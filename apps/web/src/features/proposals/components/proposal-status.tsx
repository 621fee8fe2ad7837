import { HStack, Text } from '@chakra-ui/react';
import { StatusIndicator } from '@/components/ui/status-indicator';
import type { ProposalStatus } from '../api';
import { STATUS_LABELS, STATUS_TONES, plural } from '../labels';

/** A proposal's status: icon and words. */
export function ProposalStatusIndicator({ status }: { status: ProposalStatus }) {
  return (
    <StatusIndicator tone={STATUS_TONES[status]} data-status={status}>
      {STATUS_LABELS[status]}
    </StatusIndicator>
  );
}

/** "2 blockers · 1 warning", each with its icon, or a quiet "None" when there are neither. */
export function CheckCounts({ blockers, warnings }: { blockers: number; warnings: number }) {
  if (blockers === 0 && warnings === 0) {
    return (
      <Text as="span" color="fg.muted">
        None
      </Text>
    );
  }
  return (
    <HStack gap="3" wrap="wrap">
      {blockers > 0 && (
        <StatusIndicator tone="blocker">{plural(blockers, 'blocker')}</StatusIndicator>
      )}
      {warnings > 0 && (
        <StatusIndicator tone="warning">{plural(warnings, 'warning')}</StatusIndicator>
      )}
    </HStack>
  );
}
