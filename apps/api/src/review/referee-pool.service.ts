import { HttpStatus, Injectable } from '@nestjs/common';
import { InjectDataSource } from '@nestjs/typeorm';
import { assignReferees, type AssignPair } from '@skyhours/calc';
import { isUUID } from 'class-validator';
import type { DataSource, EntityManager } from 'typeorm';
import { AuditService } from '../audit/audit.service.js';
import { assertAllowed, hasCallRole, isStaff } from '../auth/policy.js';
import type { SessionUser } from '../auth/session-user.js';
import { CallsService, effectiveStatus } from '../calls/calls.service.js';
import type { Call } from '../calls/entities/call.entity.js';
import { Clock } from '../common/clock.js';
import { AppError, conflict, notFound, validationFailed } from '../common/errors/app-error.js';
import { AppConfig } from '../config/app-config.js';
import { MailService } from '../mail/mail.service.js';
import type { CreateAssignmentDto } from './dto/create-assignment.dto.js';
import type {
  AssignmentItem,
  AutoAssignResponse,
  CallRefereesResponse,
  ConflictKind,
  ProposalAssignments,
  ReviewStatus,
} from './review-contract.js';
import { assignmentEmail } from './review-emails.js';
import { POOL_CONFLICTS_SQL } from './review-queries.js';
import { COUNTING_STATUSES, isAssigning } from './review-rules.js';

interface PoolRow {
  id: string;
  name: string;
  email: string;
  affiliation: string;
  science_categories: string[];
}
interface ProposalRow {
  id: string;
  reference: string;
  title: string;
  science_category: string;
  pi_name: string | null;
}
interface AssignmentRow {
  id: string;
  proposal_id: string;
  referee_id: string;
  referee_name: string;
  status: ReviewStatus;
  assigned_by: string | null;
  assigned_at: Date;
  decline_reason: string | null;
}
interface ConflictRow {
  referee_id: string;
  proposal_id: string;
  reference: string;
  kind: ConflictKind;
  reason: string;
}

interface PoolState {
  call: Call;
  referees: PoolRow[];
  proposals: ProposalRow[];
  assignments: AssignmentRow[];
  conflicts: ConflictRow[];
}

/**
 * The chair's side of reviewing: a call's referee pool with loads and conflicts, the automatic
 * pass and the hand edits. The chair of the call manages it; staff may look. Every read is a
 * fixed number of statements whatever the call's size.
 */
@Injectable()
export class RefereePoolService {
  constructor(
    @InjectDataSource() private readonly dataSource: DataSource,
    private readonly calls: CallsService,
    private readonly clock: Clock,
    private readonly audit: AuditService,
    private readonly mail: MailService,
    private readonly config: AppConfig,
  ) {}

  async view(user: SessionUser, code: string): Promise<CallRefereesResponse> {
    const call = await this.visibleCall(user, code);
    return this.answer(user, await this.state(call, this.dataSource.manager));
  }

  /** Fills every proposal up to refereesPerProposal; keeps what exists. */
  async autoAssign(user: SessionUser, code: string): Promise<AutoAssignResponse> {
    return this.dataSource.transaction(async (manager) => {
      const call = await this.editableCall(user, code, manager);
      const s = await this.state(call, manager);
      const byRef = new Map(s.proposals.map((p) => [p.reference, p]));
      const refOf = new Map(s.proposals.map((p) => [p.id, p.reference]));
      const pair = (proposalId: string, refereeId: string): AssignPair => ({
        proposalId: refOf.get(proposalId) ?? proposalId,
        refereeId,
      });
      const result = assignReferees({
        // The calculator names proposals by what it is given: references read well in messages.
        proposals: s.proposals.map((p) => ({
          id: p.reference,
          scienceCategory: p.science_category,
        })),
        referees: s.referees.map((r) => ({ id: r.id, scienceCategories: r.science_categories })),
        refereesPerProposal: call.refereesPerProposal,
        excluded: [
          ...s.conflicts.map((c) => pair(c.proposal_id, c.referee_id)),
          ...s.assignments
            .filter((a) => !COUNTING_STATUSES.includes(a.status))
            .map((a) => pair(a.proposal_id, a.referee_id)),
        ],
        existing: s.assignments
          .filter((a) => COUNTING_STATUSES.includes(a.status))
          .map((a) => pair(a.proposal_id, a.referee_id)),
      });
      if (!result.ok)
        throw new AppError(
          HttpStatus.CONFLICT,
          'REFEREE_POOL_TOO_SMALL',
          `The referee pool of call ${call.code} cannot give every proposal ${call.refereesPerProposal} referees: ${result.shortfalls.map((f) => f.message).join('; ')}. Add referees to the call, or assign by hand.`,
          result.shortfalls.map((f) => ({ path: `proposals.${f.proposalId}`, message: f.message })),
        );
      const made = result.assignments.map((a) => ({
        proposalId: byRef.get(a.proposalId)!.id,
        refereeId: a.refereeId,
      }));
      await this.insert(manager, call, user, made, s);
      await this.audit.record(
        {
          actorId: user.id,
          action: 'review.auto_assigned',
          subjectType: 'call',
          subjectId: call.id,
          details: {
            code: call.code,
            created: made.length,
            assignments: result.assignments,
          },
        },
        manager,
      );
      return {
        created: made.length,
        referees: this.answer(user, await this.state(call, manager)),
      };
    });
  }

  async add(
    user: SessionUser,
    code: string,
    dto: CreateAssignmentDto,
  ): Promise<CallRefereesResponse> {
    return this.dataSource.transaction(async (manager) => {
      const call = await this.editableCall(user, code, manager);
      const s = await this.state(call, manager);
      const proposal = s.proposals.find((p) => p.id === dto.proposalId);
      const referee = s.referees.find((r) => r.id === dto.refereeId);
      const issues = [
        ...(proposal
          ? []
          : [{ path: 'proposalId', message: `Not a submitted proposal of call ${call.code}` }]),
        ...(referee ? [] : [{ path: 'refereeId', message: `Not a referee of call ${call.code}` }]),
      ];
      if (!proposal || !referee) throw validationFailed(issues);
      const there = s.assignments.find(
        (a) => a.proposal_id === proposal.id && a.referee_id === referee.id,
      );
      if (there)
        throw conflict(
          'ALREADY_ASSIGNED',
          there.status === 'declined'
            ? `${referee.name} declined ${proposal.reference}${there.decline_reason ? ` (“${there.decline_reason}”)` : ''}; they cannot be put on it again`
            : `${referee.name} is already on ${proposal.reference} (${there.status})`,
        );
      const inConflict = s.conflicts.find(
        (c) => c.proposal_id === proposal.id && c.referee_id === referee.id,
      );
      if (inConflict)
        throw conflict(
          'REFEREE_CONFLICTED',
          `${referee.name} is in conflict with ${proposal.reference}: ${inConflict.reason}`,
        );
      await this.insert(
        manager,
        call,
        user,
        [{ proposalId: proposal.id, refereeId: referee.id }],
        s,
      );
      await this.audit.record(
        {
          actorId: user.id,
          action: 'review.assigned',
          subjectType: 'call',
          subjectId: call.id,
          details: { code: call.code, reference: proposal.reference, refereeId: referee.id },
        },
        manager,
      );
      return this.answer(user, await this.state(call, manager));
    });
  }

  async remove(user: SessionUser, code: string, id: string): Promise<void> {
    await this.dataSource.transaction(async (manager) => {
      const call = await this.editableCall(user, code, manager);
      if (!isUUID(id)) throw notFound('Assignment');
      const [row] = (await manager.query(
        `SELECT a.id, a.status, a.referee_id, p.reference FROM review_assignments a
           JOIN proposals p ON p.id = a.proposal_id
          WHERE a.id = $1 AND p.call_id = $2 FOR UPDATE OF a`,
        [id, call.id],
      )) as { id: string; status: ReviewStatus; referee_id: string; reference: string }[];
      if (!row) throw notFound('Assignment');
      if (row.status === 'submitted')
        throw conflict(
          'REVIEW_SUBMITTED',
          `The review of ${row.reference} is submitted; a submitted review is not removed`,
        );
      await manager.query(`DELETE FROM review_assignments WHERE id = $1`, [id]);
      await this.audit.record(
        {
          actorId: user.id,
          action: 'review.unassigned',
          subjectType: 'call',
          subjectId: call.id,
          details: {
            code: call.code,
            reference: row.reference,
            refereeId: row.referee_id,
            status: row.status,
          },
        },
        manager,
      );
    });
  }

  /** Writes the assignments and e-mails each referee once with all of theirs. */
  private async insert(
    manager: EntityManager,
    call: Call,
    user: SessionUser,
    made: { proposalId: string; refereeId: string }[],
    s: PoolState,
  ): Promise<void> {
    if (made.length === 0) return;
    const now = this.clock.now();
    await manager.query(
      `INSERT INTO review_assignments (proposal_id, referee_id, status, assigned_by, assigned_at,
                                       notified_at, updated_at)
       SELECT x.proposal_id, x.referee_id, 'invited', $3, $4, $4, $4
         FROM unnest($1::uuid[], $2::uuid[]) AS x(proposal_id, referee_id)`,
      [made.map((m) => m.proposalId), made.map((m) => m.refereeId), user.id, now],
    );
    const proposals = new Map(s.proposals.map((p) => [p.id, p]));
    const emails = s.referees.flatMap((r) => {
      const theirs = made
        .filter((m) => m.refereeId === r.id)
        .map((m) => proposals.get(m.proposalId)!);
      return theirs.length
        ? [
            assignmentEmail({
              base: this.config.publicUrl,
              to: { email: r.email, name: r.name },
              call,
              proposals: theirs.map((p) => ({ reference: p.reference, title: p.title })),
            }),
          ]
        : [];
    });
    await this.mail.enqueue(emails, manager);
  }

  private async visibleCall(user: SessionUser, code: string): Promise<Call> {
    const call = await this.calls.findByCode(code);
    if (!isStaff(user) && !hasCallRole(user, call.code, 'chair')) throw notFound('Call');
    return call;
  }

  /** The chair of this call, while referees may be placed; the row locked for the change. */
  private async editableCall(user: SessionUser, code: string, manager: EntityManager) {
    const call = await this.calls.findByCode(code, manager, true);
    if (!hasCallRole(user, call.code, 'chair')) {
      if (isStaff(user)) assertAllowed(false, 'Only the chair of the call assigns its referees');
      throw notFound('Call');
    }
    const now = this.clock.now();
    if (!isAssigning(call, now))
      throw conflict(
        'CALL_NOT_IN_REVIEW',
        `Call ${call.code} is ${effectiveStatus(call, now).replace(/_/g, ' ')}: referees are assigned after the deadline and before deliberation`,
      );
    return call;
  }

  private async state(call: Call, manager: EntityManager): Promise<PoolState> {
    const referees = (await manager.query(
      `SELECT u.id, u.name, u.email, u.affiliation, u.science_categories
         FROM call_roles r JOIN users u ON u.id = r.user_id
        WHERE r.call_id = $1 AND r.role = 'referee' AND u.active
        ORDER BY u.name, u.id`,
      [call.id],
    )) as PoolRow[];
    const proposals = (await manager.query(
      `SELECT p.id, p.reference, p.title, p.science_category, pu.name AS pi_name
         FROM proposals p
         LEFT JOIN proposal_members pm ON pm.proposal_id = p.id AND pm.role = 'pi'
         LEFT JOIN users pu ON pu.id = pm.user_id
        WHERE p.call_id = $1 AND p.status IN ('submitted', 'under_review')
        ORDER BY p.reference`,
      [call.id],
    )) as ProposalRow[];
    const assignments = (await manager.query(
      `SELECT a.id, a.proposal_id, a.referee_id, u.name AS referee_name, a.status,
              b.name AS assigned_by, a.assigned_at, a.decline_reason
         FROM review_assignments a
         JOIN proposals p ON p.id = a.proposal_id
         JOIN users u ON u.id = a.referee_id
         LEFT JOIN users b ON b.id = a.assigned_by
        WHERE p.call_id = $1
        ORDER BY a.assigned_at, u.name`,
      [call.id],
    )) as AssignmentRow[];
    const conflicts = (await manager.query(POOL_CONFLICTS_SQL, [call.id])) as ConflictRow[];
    return { call, referees, proposals, assignments, conflicts };
  }

  private answer(user: SessionUser, s: PoolState): CallRefereesResponse {
    const { call } = s;
    const counting = s.assignments.filter((a) => COUNTING_STATUSES.includes(a.status));
    const item = (a: AssignmentRow): AssignmentItem => ({
      id: a.id,
      refereeId: a.referee_id,
      refereeName: a.referee_name,
      status: a.status,
      assignedBy: a.assigned_by,
      assignedAt: a.assigned_at.toISOString(),
      declineReason: a.decline_reason,
    });
    const proposals: ProposalAssignments[] = s.proposals.map((p) => {
      const mine = s.assignments.filter((a) => a.proposal_id === p.id);
      return {
        proposalId: p.id,
        reference: p.reference,
        title: p.title,
        scienceCategory: p.science_category,
        piName: call.anonymousReview ? null : p.pi_name,
        assignments: mine.map(item),
        missing: Math.max(
          0,
          call.refereesPerProposal -
            mine.filter((a) => COUNTING_STATUSES.includes(a.status)).length,
        ),
      };
    });
    return {
      call: {
        code: call.code,
        title: call.title,
        reviewDueAt: call.reviewDueAt.toISOString(),
        scoreMin: call.scoreMin,
        scoreMax: call.scoreMax,
        scoreHigherIsBetter: call.scoreHigherIsBetter,
        anonymousReview: call.anonymousReview,
        timeZone: call.timeZone,
        refereesPerProposal: call.refereesPerProposal,
        status: effectiveStatus(call, this.clock.now()),
      },
      canEdit: hasCallRole(user, call.code, 'chair') && isAssigning(call, this.clock.now()),
      referees: s.referees.map((r) => ({
        userId: r.id,
        name: r.name,
        email: r.email,
        affiliation: r.affiliation,
        scienceCategories: r.science_categories,
        load: counting.filter((a) => a.referee_id === r.id).length,
        submitted: counting.filter((a) => a.referee_id === r.id && a.status === 'submitted').length,
        conflicts: s.conflicts
          .filter((c) => c.referee_id === r.id)
          .map((c) => ({
            proposalId: c.proposal_id,
            reference: c.reference,
            kind: c.kind,
            reason: c.reason,
          })),
      })),
      proposals,
    };
  }
}
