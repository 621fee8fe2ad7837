import { List, Text } from '@chakra-ui/react';
import type { Check } from '@skyhours/calc';
import type { ReactNode } from 'react';
import { StatusIndicator } from '@/components/ui/status-indicator';
import { LEVEL_LABELS } from '../labels';

const ORDER = { blocker: 0, warning: 1, note: 2 } as const;

/** One finding: its level in words and by an icon of its own shape, then its sentence. */
export function Finding({
  level,
  message,
  children,
  code,
}: Pick<Check, 'level' | 'message'> & { code?: string; children?: ReactNode }) {
  return (
    <List.Item
      display="block"
      colorPalette={level}
      bg="colorPalette.subtle"
      borderStartWidth="4px"
      borderColor="colorPalette.solid"
      rounded="l2"
      px="3"
      py="2"
      data-check={code}
      data-level={level}
    >
      <StatusIndicator tone={level}>{LEVEL_LABELS[level]}</StatusIndicator>
      <Text mt="1" color="fg">
        {message}
      </Text>
      {children}
    </List.Item>
  );
}

/** An observation's checks, blockers first; says so plainly when there are none. */
export function FindingsList({ checks, empty }: { checks: Check[]; empty?: string }) {
  if (checks.length === 0) {
    return (
      <StatusIndicator tone="success">
        {empty ?? 'No findings: this observation passes every check.'}
      </StatusIndicator>
    );
  }
  const sorted = [...checks].sort((a, b) => ORDER[a.level] - ORDER[b.level]);
  return (
    <List.Root as="ul" listStyle="none" gap="2" ps="0">
      {sorted.map((check) => (
        <Finding key={`${check.code}-${check.field}`} {...check} />
      ))}
    </List.Root>
  );
}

=== YOUR TASK ===
Return the span of lines in the data above that opens at the line with "call: Call;" and closes at the line with "export class RefereePoolService", exactly, ends included, nothing else.

=== RESPONSE FOR THIS EXERCISE ===
  call: Call;
  referees: PoolRow[];
  proposals: ProposalRow[];
  assignments: AssignmentRow[];
  conflicts: ConflictRow[];
}

/**
 * The chair's side of reviewing: a call's referee pool with loads and conflicts, the automatic
 * pass and the hand edits. The chair of the call manages it; staff may look. Every read is a
 * fixed number of statements whatever the call's size.
 */
@Injectable()
export class RefereePoolService {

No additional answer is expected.